Data records:
___

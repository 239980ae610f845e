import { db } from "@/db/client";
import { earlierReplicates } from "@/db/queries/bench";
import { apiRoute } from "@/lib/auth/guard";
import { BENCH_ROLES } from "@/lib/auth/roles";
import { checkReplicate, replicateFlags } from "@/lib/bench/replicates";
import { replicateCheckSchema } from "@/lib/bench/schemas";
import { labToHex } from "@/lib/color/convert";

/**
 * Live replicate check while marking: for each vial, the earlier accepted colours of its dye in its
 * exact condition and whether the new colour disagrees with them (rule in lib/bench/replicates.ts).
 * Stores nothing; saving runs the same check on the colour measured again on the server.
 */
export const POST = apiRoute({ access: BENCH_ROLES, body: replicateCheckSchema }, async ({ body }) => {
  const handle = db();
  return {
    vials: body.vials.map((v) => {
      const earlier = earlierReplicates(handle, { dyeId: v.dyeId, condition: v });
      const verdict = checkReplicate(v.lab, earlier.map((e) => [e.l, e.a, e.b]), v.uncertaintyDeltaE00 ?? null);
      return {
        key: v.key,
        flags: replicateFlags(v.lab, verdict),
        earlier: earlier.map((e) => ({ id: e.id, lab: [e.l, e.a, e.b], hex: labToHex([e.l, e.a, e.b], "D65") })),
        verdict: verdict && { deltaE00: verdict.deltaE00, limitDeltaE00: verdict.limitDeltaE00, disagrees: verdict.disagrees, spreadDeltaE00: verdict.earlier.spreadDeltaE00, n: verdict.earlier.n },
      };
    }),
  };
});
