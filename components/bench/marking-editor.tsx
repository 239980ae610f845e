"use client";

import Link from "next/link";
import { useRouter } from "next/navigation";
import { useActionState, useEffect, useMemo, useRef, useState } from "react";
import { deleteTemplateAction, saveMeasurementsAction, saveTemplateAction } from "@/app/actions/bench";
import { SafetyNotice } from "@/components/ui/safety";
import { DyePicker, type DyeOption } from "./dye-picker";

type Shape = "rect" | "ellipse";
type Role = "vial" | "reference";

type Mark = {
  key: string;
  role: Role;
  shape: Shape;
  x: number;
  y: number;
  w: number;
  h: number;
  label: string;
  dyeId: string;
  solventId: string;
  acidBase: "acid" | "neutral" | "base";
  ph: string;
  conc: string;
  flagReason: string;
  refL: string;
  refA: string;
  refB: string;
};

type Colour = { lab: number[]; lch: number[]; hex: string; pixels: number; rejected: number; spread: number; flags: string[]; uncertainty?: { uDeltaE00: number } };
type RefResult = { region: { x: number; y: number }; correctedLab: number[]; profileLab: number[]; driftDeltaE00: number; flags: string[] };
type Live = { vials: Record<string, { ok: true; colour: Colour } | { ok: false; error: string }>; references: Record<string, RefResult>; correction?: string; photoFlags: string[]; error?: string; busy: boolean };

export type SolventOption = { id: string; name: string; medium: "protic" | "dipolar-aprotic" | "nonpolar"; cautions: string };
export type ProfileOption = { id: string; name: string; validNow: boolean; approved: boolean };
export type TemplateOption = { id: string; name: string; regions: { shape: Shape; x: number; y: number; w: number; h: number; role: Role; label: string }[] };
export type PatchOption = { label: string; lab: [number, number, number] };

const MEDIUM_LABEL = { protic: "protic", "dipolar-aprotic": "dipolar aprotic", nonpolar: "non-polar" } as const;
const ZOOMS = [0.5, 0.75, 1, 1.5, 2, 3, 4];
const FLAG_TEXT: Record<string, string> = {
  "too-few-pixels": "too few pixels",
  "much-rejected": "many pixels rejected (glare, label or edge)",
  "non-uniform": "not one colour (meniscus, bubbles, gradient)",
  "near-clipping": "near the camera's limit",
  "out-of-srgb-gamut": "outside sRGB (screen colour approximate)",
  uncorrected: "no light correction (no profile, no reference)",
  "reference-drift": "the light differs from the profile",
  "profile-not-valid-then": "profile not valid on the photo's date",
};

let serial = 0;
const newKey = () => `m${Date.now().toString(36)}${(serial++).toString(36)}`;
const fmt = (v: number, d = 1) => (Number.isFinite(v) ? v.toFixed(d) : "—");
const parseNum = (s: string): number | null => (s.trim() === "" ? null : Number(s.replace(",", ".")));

___

→ **WORK TASK**
Filter the records for lines holding the string "serial". Copy each one.

→ **TASK OUTPUT**
let serial = 0;
const newKey = () => `m${Date.now().toString(36)}${(serial++).toString(36)}`;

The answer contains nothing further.